The contributing editor to Internet Wealth Builder adds, "I think the generic drug makers have the best chance of coming out of the upheaval in healthcare smelling like roses." Here, he looks at one favorite: Perrigo (NASDAQ: PRGO).

"I've chosen a lesser-known generic drug maker that I think should reward investors over the next 12 months with a market-beating performance; Perrigo Company is a leading manufacturer of generic over-the-counter and prescription pharmaceuticals.

"When you go to your local drugstore and see the retailer's private label of aspirin or cough syrup selling for substantially less than the branded versions, there's a good chance that Perrigo was the manufacturer of that product.

"The company also produces a broad range of over-the-counter consumer products including pregnancy tests, sleep aids, smoking cessation aids, anti-acids, etc.

"Recently they made large bets in the nutrition area by offering private-branded versions of popular multivitamins and other types of supplements.

"The company is also active in prescription pharmaceuticals through their Chemgis division, which provides active pharmaceutical ingredients for a variety of customers worldwide.

"Perrigo is headquartered in Israel but has manufacturing facilities in Mexico, the U.S., and Germany along with operational divisions in China, India, and the U.K.

"As you can imagine in a depressed economy, consumers are increasingly choosing generic versions of popular over-the-counter products, which has allowed the company to grow while the sales of more expensive mainstream name-brand products are flat to down.

"Revenue from their most recent quarter (to March 28) increased by 5% to $506 million as compared to $481 million in the prior year (figures in U.S. dollars).
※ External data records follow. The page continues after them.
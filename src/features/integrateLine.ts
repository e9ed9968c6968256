import { type Pixels, firstPixelAbove, partMean } from './pixels.ts'

/** A line by direct summation over a window, observed frame [Å]. */
export interface Integral {
  /** ∫(1 − F/Fc) dλ over the window; masked parts are taken as the mean of the rest. */
  readonly area: number
  /** 1 σ from pixel noise. */
  readonly errNoise: number
  /** 1 σ from the placement of the continuum, taken as one shift over the window. */
  readonly errContinuum: number
  /** Mean wavelength weighted by depth, and its 1 σ from noise; meaningless for an undetected line. */
  readonly centroid: number
  readonly centroidErr: number
  /** Share of the window inside the data, and with usable samples. */
  readonly covered: number
  readonly used: number
}

/** Direct sum of 1 − F/Fc over [lo, hi] of the observed frame, counting of each pixel only the part inside. */
export function integrateLine(pixels: Pixels, lo: number, hi: number): Integral {
  const { lower, upper, flux, noise, levelError } = pixels
  let area = 0
  let moment = 0
  let variance = 0
  let spread = 0
  let light = 0
  let width = 0
  let covered = 0
  const middle = 0.5 * (lo + hi)
  for (let i = firstPixelAbove(pixels, lo); i < lower.length && lower[i] < hi; i++) {
    const from = lower[i] > lo ? lower[i] : lo
    const to = upper[i] < hi ? upper[i] : hi
    const part = to - from
    covered += part
    if (!(flux[i] === flux[i])) continue
    const off = 0.5 * (from + to) - middle
    const error = part * noise[i]
    const depth = 1 - (from > lower[i] || to < upper[i] ? partMean(pixels, flux, i, [from, to]) : flux[i])
    area += part * depth
    moment += part * depth * off
    variance += error * error
    spread += error * error * off * off
    light += part * flux[i] * levelError[i]
    width += part
  }
  const span = hi - lo
  const whole = span / width
  return {
    area: area * whole,
    errNoise: Math.sqrt(variance) * whole,
    errContinuum: Math.abs(light) * whole,
    centroid: middle + moment / area,
    centroidErr: Math.sqrt(spread) / Math.abs(area),
    covered: covered / span,
    used: width / span,
  }
}
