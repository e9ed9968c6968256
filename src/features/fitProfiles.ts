import { type Fit, levenbergMarquardt } from '../numeric/levenbergMarquardt.ts'
import { PARAMETERS, type ProfileShape, profile, profileArea, profileFwhm } from '../numeric/profiles.ts'
import { type Pixels, firstPixelAbove } from './pixels.ts'

/** A line to be fitted: where it should be [Å, observed frame], its shape and a first width. */
export interface ProfileStart {
  readonly centre: number
  readonly shape: ProfileShape
  /** Å, FWHM. */
  readonly fwhm: number
  /** Å: the fitted centre may lie this far from the first one. */
  readonly reach: number
}

/** A fitted line [Å, observed frame]. */
export interface FittedProfile {
  readonly shape: ProfileShape
  readonly area: number
  readonly errNoise: number
  readonly errContinuum: number
  readonly centre: number
  readonly centreErr: number
  readonly fwhm: number
  readonly fwhmErr: number
  readonly depth: number
  readonly depthErr: number
}

export interface ProfileFit {
  readonly lines: readonly FittedProfile[]
  readonly chiSquare: number
  readonly degreesOfFreedom: number
}

/** A fit that is worse than noise allows by this many standard deviations of χ² has its errors scaled up. */
const BAD_FIT = 3

/**
 * Profiles fitted together to 1 − F/Fc over [lo, hi] of the observed frame; undefined where the fit fails (too few
 * samples, or no minimum within bounds).
 */
export function fitProfiles(
  pixels: Pixels,
  [lo, hi]: readonly [number, number],
  starts: readonly ProfileStart[],
): ProfileFit | undefined {
  const first = firstPixelAbove(pixels, lo)
  let end = first
  while (end < pixels.lower.length && pixels.upper[end] <= hi) end++
  const n = end - first
  const offsets: number[] = []
  let p = 0
  for (const { shape } of starts) {
    offsets.push(p)
    p += PARAMETERS[shape]
  }
  const y = new Float64Array(n)
  const weight = new Float64Array(n)
  const step = n ? (pixels.upper[end - 1] - pixels.lower[first]) / n : 0
  let used = 0
  for (let i = 0; i < n; i++) {
    const value = pixels.flux[first + i]
    if (!(value === value)) continue
    y[i] = 1 - value
    weight[i] = 1 / pixels.noise[first + i] ** 2
    used++
  }
  if (used < p + 1) return undefined
  const start = firstParameters(pixels, starts, offsets, p)
  const scratch = new Float64Array(5)
  const model = (parameters: Float64Array, values: Float64Array, jacobian: Float64Array): void => {
    for (let i = 0; i < n; i++) {
      values[i] = 0
      if (weight[i] === 0) continue
      const x = pixels.wavelength[first + i]
      for (let k = 0; k < starts.length; k++) {
        const count = PARAMETERS[starts[k].shape]
        profile(starts[k].shape, x, parameters, offsets[k], scratch)
        values[i] += scratch[0]
        for (let j = 0; j < count; j++) jacobian[i * p + offsets[k] + j] = scratch[j + 1]
      }
    }
  }
  const accept = (parameters: Float64Array): boolean => {
    for (let k = 0; k < starts.length; k++) {
      const at = offsets[k]
      const width = parameters[at + 2]
      if (!(Math.abs(parameters[at + 1] - starts[k].centre) <= starts[k].reach)) return false
      if (!(width > 0.2 * step && width < hi - lo) || !(parameters[at] < 3)) return false
      if (starts[k].shape === 'voigt' && !(parameters[at + 3] >= 0 && parameters[at + 3] < hi - lo)) return false
    }
    return true
  }
  const fit = levenbergMarquardt(model, y, weight, { start, accept })
  if (!fit.converged || !Number.isFinite(fit.covariance[0])) return undefined
  return describe(fit, { starts, offsets, weight, pixels, first, model, degreesOfFreedom: used - p })
}

function firstParameters(
  pixels: Pixels,
  starts: readonly ProfileStart[],
  offsets: readonly number[],
  size: number,
): Float64Array {
  const parameters = new Float64Array(size)
  for (let k = 0; k < starts.length; k++) {
    const { centre, shape, fwhm } = starts[k]
    const at = firstPixelAbove(pixels, centre)
    let sum = 0
    let count = 0
    for (let i = Math.max(0, at - 1); i <= Math.min(pixels.flux.length - 1, at + 1); i++)
      if (pixels.flux[i] === pixels.flux[i]) {
        sum += 1 - pixels.flux[i]
        count++
      }
    const depth = count ? sum / count : 0
    const o = offsets[k]
    parameters[o] = Math.abs(depth) < 1e-3 ? 1e-3 : Math.min(depth, 2)
    parameters[o + 1] = centre
    parameters[o + 2] = shape === 'lorentzian' ? fwhm / 2 : fwhm / 2.3548 / (shape === 'voigt' ? 1.6 : 1)
    if (shape === 'voigt') parameters[o + 3] = fwhm / 4
  }
  return parameters
}

interface Fitted {
  readonly starts: readonly ProfileStart[]
  readonly offsets: readonly number[]
  readonly weight: Float64Array
  readonly pixels: Pixels
  readonly first: number
  readonly model: (parameters: Float64Array, values: Float64Array, jacobian: Float64Array) => void
  readonly degreesOfFreedom: number
}

function describe(fit: Fit, { starts, offsets, weight, pixels, first, model, degreesOfFreedom }: Fitted): ProfileFit {
  const { parameters, covariance, chiSquare } = fit
  const p = parameters.length
  const excess = chiSquare / degreesOfFreedom
  const scale = excess > 1 + BAD_FIT * Math.sqrt(2 / degreesOfFreedom) ? Math.sqrt(excess) : 1
  const pull = continuumPull(parameters, { weight, pixels, first, model })
  const lines = starts.map(({ shape }, k) => {
    const at = offsets[k]
    const gradient = areaGradient(shape, parameters, at)
    let variance = 0
    let shift = 0
    for (let a = 0; a < gradient.length; a++) {
      for (let b = 0; b < gradient.length; b++)
        variance += gradient[a] * gradient[b] * covariance[(at + a) * p + at + b]
      for (let b = 0; b < p; b++) shift += gradient[a] * covariance[(at + a) * p + b] * pull[b]
    }
    const fwhm = profileFwhm(shape, parameters, at)
    const sd = (j: number) => scale * Math.sqrt(covariance[(at + j) * p + at + j])
    return {
      shape,
      area: profileArea(shape, parameters, at),
      errNoise: scale * Math.sqrt(Math.max(0, variance)),
      errContinuum: Math.abs(shift),
      centre: parameters[at + 1],
      centreErr: sd(1),
      fwhm,
      fwhmErr: (sd(2) * fwhm) / parameters[at + 2],
      depth: parameters[at],
      depthErr: sd(0),
    }
  })
  return { lines, chiSquare, degreesOfFreedom }
}

/** Jᵀ W δ, where δ is what a level too high by its 1 σ adds to 1 − F/Fc. */
function continuumPull(
  parameters: Float64Array,
  { weight, pixels, first, model }: Pick<Fitted, 'weight' | 'pixels' | 'first' | 'model'>,
): Float64Array {
  const n = weight.length
  const p = parameters.length
  const jacobian = new Float64Array(n * p)
  model(parameters, new Float64Array(n), jacobian)
  const pull = new Float64Array(p)
  for (let i = 0; i < n; i++) {
    if (weight[i] === 0) continue
    const shift = weight[i] * pixels.flux[first + i] * pixels.levelError[first + i]
    for (let a = 0; a < p; a++) pull[a] += jacobian[i * p + a] * shift
  }
  return pull
}

/** ∂area/∂parameters of one line, by central differences (the area is smooth and cheap). */
function areaGradient(shape: ProfileShape, parameters: Float64Array, at: number): Float64Array {
  const count = PARAMETERS[shape]
  const own = parameters.slice(at, at + count)
  const gradient = new Float64Array(count)
  for (let j = 0; j < count; j++) {
    if (j === 1) continue
    const h = 1e-4 * (Math.abs(own[j]) || 1e-3)
    own[j] += h
    const high = profileArea(shape, own)
    own[j] -= 2 * h
    gradient[j] = (high - profileArea(shape, own)) / (2 * h)
    own[j] += h
  }
  return gradient
}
Sales of consumer healthcare products grew by 12%. Earnings came in at a record 50 cents per share.

"For the first nine months of the 2009 fiscal year, net sales from continuing operations were $1.5 billion, an increase of 19% over fiscal 2008. Reported gross profit was $432.1 million, increase of 13% over last year, driven by the consumer healthcare segment.
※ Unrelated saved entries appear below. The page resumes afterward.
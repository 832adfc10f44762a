/** Which message stands at which line of the data sheet, and which have no line. */
import type { Finding } from '../../core/job/read.ts'
import type { FormGroup, FormLine } from './form.ts'

/** The first finding at a line: of its own path, of an item of its list, or of the part it names. */
export const findingAt = (findings: ReadonlyMap<string, Finding>, { path, part }: FormLine): Finding | undefined =>
  findings.get(path) ??
  (part === undefined ? undefined : findings.get(part)) ??
  [...findings.values()].find((finding) => finding.path.startsWith(`${path}[`))

/** Findings that no line shows: of fields without a line, of the file as a whole. */
export const unplaced = (findings: ReadonlyMap<string, Finding>, groups: readonly FormGroup[]): readonly Finding[] => {
  const lines = groups.flatMap((group) => group.lines)
  const shown = new Set(lines.flatMap(({ path, part }) => (part === undefined ? [path] : [path, part])))
  return [...findings.values()].filter(
    ({ path }) => !shown.has(path) && !lines.some((line) => path.startsWith(`${line.path}[`)),
  )
}

/** The message without the field's name, which the line bears already. */
export const messageOf = ({ message }: Finding, { field }: FormLine): string => {
  const start = `${field.name}: `
  return message.startsWith(start) ? message.slice(start.length) : message
}

/** An entry that is still to be made: said by the empty line itself. */
export const isOwed = ({ read }: Finding): boolean => read === 'nothing'
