/** Which message stands at which line of the data sheet, and which have no line. */
import type { Finding } from '../../core/job/read.ts'
import type { FormGroup, FormLine } from './form.ts'

/** The first finding at a line: of its own path, of an item of its list, of the part it names, or of a part that is missing. */
export const findingAt = (findings: ReadonlyMap<string, Finding>, line: FormLine): Finding | undefined =>
  [...findings.values()].find((finding) => belongs(finding, line))

/** Findings that no line shows: of fields without a line, of the file as a whole. */
export const unplaced = (findings: ReadonlyMap<string, Finding>, groups: readonly FormGroup[]): readonly Finding[] => {
  const lines = groups.flatMap((group) => group.lines)
  return [...findings.values()].filter((finding) => !lines.some((line) => belongs(finding, line)))
}

const belongs = (finding: Finding, { path, part, owed, control }: FormLine): boolean => {
  if (control === 'form' && isUnformed(finding)) return false
  return (
    finding.path === path ||
    finding.path === part ||
    finding.path.startsWith(`${path}[`) ||
    // Where a whole part is missing, each of its lines is still to be filled in.
    (owed && isOwed(finding) && path.startsWith(`${finding.path}.`))
  )
}

/** The message without the field's name, which the line bears already. */
export const messageOf = ({ message }: Finding, { field }: FormLine): string => {
  const start = `${field.name}: `
  return message.startsWith(start) ? message.slice(start.length) : message
}

/** An entry that is still to be made: said by the empty line itself. */
export const isOwed = (finding: Finding): boolean => finding.read === 'nothing' || isUnformed(finding)

/** A part of which nothing is entered that its form needs. */
const isUnformed = ({ read }: Finding): boolean => /^an object with \d+ fields$/.test(read)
"Barron's recently ran a favorable article about the company, drawing attention to the fact that as long as consumers are under the gun they are likely to be frugal in their shopping habits.

"If they get used to using generic products it will be hard for branded manufacturers to persuade them to switch back when the economy recovers.
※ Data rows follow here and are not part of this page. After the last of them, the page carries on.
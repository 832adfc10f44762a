/** The lines of the data sheet, from the field dictionary: what this version covers, in the order a reader asks for it. */
import type { Entry, Family, Field } from '../../core/job/field.ts'
import { fieldList } from '../../core/job/fields.ts'
import { inWords } from '../../core/job/phrases.ts'
import type { Json } from '../../core/job/json.ts'
import { as, type UnitSystem } from '../../core/quantity/kinds.ts'
import { readQuantity } from '../../core/quantity/read.ts'
import { shownUnit } from '../../core/quantity/units.ts'
import { writeQuantity, writeUnit } from '../../core/quantity/write.ts'
import { lineOf } from '../state/typed.ts'
import type { JobState } from '../state/types.ts'
import { WAYS, type Way } from '../state/ways.ts'

export interface FormGroup {
  readonly title: string
  /** The crane it describes. */
  readonly crane?: number
  readonly lines: readonly FormLine[]
}

export interface FormLine {
  /** Path in the job file of what is entered; of a line that only chooses a form, the path of the part. */
  readonly path: string
  readonly label: string
  readonly field: Field
  readonly control: 'text' | 'note' | 'choice' | 'form' | 'beside'
  /** What can be chosen: value in the file, word. */
  readonly choices: readonly (readonly [value: string, word: string])[]
  /** The part whose form is chosen in this line. */
  readonly part?: string
  readonly family?: Family
  readonly owed: boolean
}

/** The groups of the data sheet as the job's forms stand. */
export const formOf = (job: Pick<JobState, 'way' | 'entry' | 'has' | 'cranes'>): readonly FormGroup[] => [
  ...Array.from({ length: job.cranes }, (_, crane) => ({
    title: job.cranes === 1 ? 'Crane' : `Crane ${crane + 1}`,
    crane,
    lines: linesBelow('cranes[].', job, crane),
  })),
  { title: 'Runway', lines: linesBelow('runway.', job) },
  {
    title: 'Girder',
    lines: [...linesBelow('girder.section', job), ...linesBelow('girder.', job).filter(notOfSection)],
  },
  { title: 'Rules', lines: linesBelow('basis.', job) },
  { title: 'Project', lines: linesBelow('project.', job) },
]

/** The id of a line's entry in the page. */
export const entryId = (path: string): string => `entry-${path.replace(/\W+/g, '-')}`

/** What a line says where nothing is entered: the default, in the units in use. */
export const defaultText = ({ field, path }: Pick<FormLine, 'field' | 'path'>, units: UnitSystem): string => {
  const crane = /^cranes\[(\d+)\]\.name$/.exec(path)?.[1]
  if (crane !== undefined) return `Crane ${Number(crane) + 1}`
  const taken = field.default
  if (taken === undefined) return ''
  if (taken.text !== undefined) return taken.text
  const { entry } = field
  if (entry.is === 'flag') return taken.entry === true ? 'yes' : 'no'
  if (entry.is === 'choice') return wordOf(lineOf(taken.entry) ?? '')
  return lineOf(inUnits(taken.entry, entry, units)) ?? ''
}

/** A default's quantities in the units in use; what is no quantity as it stands. */
const inUnits = (json: Json | undefined, entry: Entry, units: UnitSystem): Json | undefined => {
  if (entry.is === 'list' && Array.isArray(json))
    return (json as readonly Json[]).map((item) => inUnits(item, entry.of, units)!)
  if (entry.is !== 'quantity' || typeof json !== 'string') return json
  const read = readQuantity(json, entry.kind)
  const kind = entry.kind === 'forceOrMass' ? 'force' : entry.kind
  return read.ok ? writeQuantity({ kind, value: as(kind, read.value) }, units) : json
}

/** What may be entered and what holds if nothing is, as the lines of a note. */
export const helpOf = (line: FormLine, units: UnitSystem): readonly string[] => {
  const { field, label } = line
  const { entry, default: taken, source, required } = field
  const shown = bareUnit(entry, units)
  return [
    `${label}. ${field.meaning}`,
    entry.is === 'object' || entry.is === 'choice' || entry.is === 'flag' ? '' : `Right is ${inWords(typed(entry))}.`,
    shown === '' ? '' : `A bare number is read in ${shown}.`,
    entry.is === 'list' ? 'Items are parted by commas; “3 × 30 ft” repeats one.' : '',
    required === undefined ? '' : required === true ? 'Required.' : `Required ${required}.`,
    taken === undefined ? '' : `Left out: ${defaultText(line, units)} (${taken.source}).`,
    source === undefined ? '' : `Source: ${source}.`,
  ].filter((part) => part !== '')
}

/** What can be typed on one line: an object of a job file has lines of its own. */
const typed = (entry: Entry): Entry => {
  const lines = entry.is === 'either' ? entry.of.filter(({ is }) => is !== 'object') : []
  return lines.length === 1 ? lines[0]! : lines.length > 1 ? { is: 'either', of: lines } : entry
}

/** The unit that a bare number takes. */
const bareUnit = (entry: Entry, units: UnitSystem): string => {
  if (entry.is === 'list') return bareUnit(entry.of, units)
  if (entry.is === 'either') return entry.of.map((one) => bareUnit(one, units)).find((unit) => unit !== '') ?? ''
  if (entry.is !== 'quantity') return ''
  return writeUnit(shownUnit(entry.kind === 'forceOrMass' ? 'force' : entry.kind, units))
}

/** The make-up is asked first: which steels there are depends on it. */
const notOfSection = ({ path }: FormLine): boolean => !path.startsWith('girder.section')

type Reads = Pick<JobState, 'way' | 'entry' | 'has'>

const linesBelow = (start: string, job: Reads, crane?: number): readonly FormLine[] =>
  fieldList
    .filter(([path]) => path.startsWith(start) && !path.includes('{'))
    .flatMap(([pattern, field]) => {
      const path = pattern.replace('[]', `[${crane ?? 0}]`)
      return stands(path, field, job) ? [lineOfField(path, field, job)] : []
    })

/** Whether a field has a line: covered, of the form in use, and more than one answer to give. */
const stands = (path: string, field: Field, job: Reads): boolean => {
  if (path in WAYS) return !(path in BESIDE) && partStands(path, job)
  if (field.entry.is === 'object' || path === 'girder.section.kind') return false
  return isCovered(field) && inForm(path, job)
}

const isCovered = ({ entry, notCovered }: Field): boolean => {
  if (notCovered === undefined) return true
  if (typeof notCovered !== 'object' || !('values' in notCovered)) return false
  return coveredChoices(entry, notCovered.values).length > 1
}

/** Whether a field belongs to the forms its parts have now. */
const inForm = (path: string, job: Reads): boolean =>
  Object.entries(WAYS).every(([part, ways]) => {
    if (!path.startsWith(`${part}.`)) return true
    if (!partStands(part, job)) return false
    const name = path.slice(part.length + 1).split('.')[0]!
    const way = ways.find(({ word }) => word === job.way(part))
    const ofForms = ways.some(({ fields }) => fields.includes(name))
    // With its form "none" a part has no entries at all.
    return way !== undefined && way.fields.length > 0 && (!ofForms || way.fields.includes(name) || isName(part, name))
  })

/** A steel of cap or plates has a line only where there is such a part; a shape only in a rolled section. */
const partStands = (part: string, job: Reads): boolean => {
  const [section, cap] = [job.way('girder.section'), job.way('girder.section.cap')]
  if (part === 'girder.section.shape') return section === 'rolled'
  if (part === 'girder.capSteel') return cap !== 'none' || job.has(part)
  if (part === 'girder.plateSteel') return section === 'plated' || cap === 'plate' || job.has(part)
  return true
}

/** Parts that go by a name stand in one line with it, whatever their form. */
const BESIDE: Readonly<Record<string, string>> = {
  'runway.rail': 'runway.rail.name',
  'girder.steel': 'girder.steel.name',
}
const isName = (part: string, name: string): boolean => BESIDE[part] === `${part}.${name}`

const lineOfField = (path: string, field: Field, job: Reads): FormLine => {
  const ways = WAYS[path]
  const owed = field.required === true || isNeeded(path)
  if (path === 'girder.section.shape')
    return { ...besides(path, path, field, 'Shape', job), family: 'iShape', owed: true }
  if (ways !== undefined)
    return { path, label: field.name, field, control: 'form', choices: wordsOf(ways), part: path, owed: false }
  const part = Object.keys(BESIDE).find((each) => BESIDE[each] === path)
  if (part !== undefined) return { ...besides(path, part, field, nameOf(part), job), owed: true }
  const common = { path, label: labelOf(path, field), field, owed }
  const choices = choicesOf(field)
  if (choices.length > 0) return { ...common, control: 'choice', choices }
  const control = field.entry.is === 'text' && field.entry.most > 1000 ? 'note' : 'text'
  return { ...common, control, choices, ...(field.entry.is === 'lookUp' ? { family: field.entry.family } : {}) }
}

/** A line that chooses a part's form beside its label, and takes the name where the part goes by one. */
const besides = (path: string, part: string, field: Field, label: string, job: Reads): Omit<FormLine, 'owed'> => ({
  path,
  label,
  field,
  control: job.way(part) === 'name' ? 'text' : 'beside',
  choices: wordsOf(WAYS[part]!),
  part,
  ...(field.entry.is === 'lookUp' ? { family: field.entry.family } : {}),
})

/** Whether the form that is in use of a part needs this field. */
const isNeeded = (path: string): boolean => {
  const cut = path.lastIndexOf('.')
  const part = fieldList.find(([pattern]) => pattern === path.slice(0, cut))?.[1].entry
  return part?.is === 'object' && part.ways?.some(({ needs }) => needs.includes(path.slice(cut + 1))) === true
}

const wordsOf = (ways: readonly Way[]): FormLine['choices'] => ways.map(({ word, label }) => [word, label])

const choicesOf = ({ entry, notCovered }: Field): FormLine['choices'] => {
  const refused = typeof notCovered === 'object' && 'values' in notCovered ? notCovered.values : []
  if (entry.is === 'flag')
    return [
      ['true', 'yes'],
      ['false', 'no'],
    ]
  const covered = coveredChoices(entry, refused)
  return covered.length < 2 ? [] : covered.map((value) => [value, wordOf(value)] as const)
}

/** Stands for an entry that the data sheet shows but has no line to write. */
export const OWN = '\u0000'

const coveredChoices = (entry: Entry, refused: readonly string[]): readonly string[] => {
  if (entry.is === 'choice') return entry.of.filter((value) => !refused.includes(value))
  if (entry.is !== 'either') return []
  return entry.of.flatMap((one) => coveredChoices(one, refused))
}

const wordOf = (value: string): string => value.replaceAll('-', ' ')

const nameOf = (path: string): string => fieldList.find(([pattern]) => pattern === path)?.[1].name ?? path

/** Width and thickness say nothing without the part they belong to. */
const labelOf = (path: string, field: Field): string => {
  const parent = path.slice(0, path.lastIndexOf('.'))
  const within = parent.split('.').length > 1 && !(parent in WAYS) && !parent.startsWith('basis')
  if (parent === 'girder.capSteel' || parent === 'girder.plateSteel')
    return `${nameOf(parent)}, ${field.entry.is === 'lookUp' ? 'name' : small(field.name)}`
  return within ? `${nameOf(parent)}, ${small(field.name)}` : field.name
}

const small = (name: string): string => name.charAt(0).toLowerCase() + name.slice(1)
"None of the products in the company's portfolio are particularly exotic and verge on being nondiscretionary for most consumers. So even if the market corrects again I think the stock can provide some stability in your portfolio.

"The fact it pays a small dividend (22c a year) contributes to the overall return. The stock has recovered significantly from its March low of $18.54 but is still well below the 52-week high of $40, reached last September."

Steven Halpern's TheStockAdvisors.com offers a free daily overview of the favorite stock picks and investment ideas from the nation's leading financial newsletter advisors.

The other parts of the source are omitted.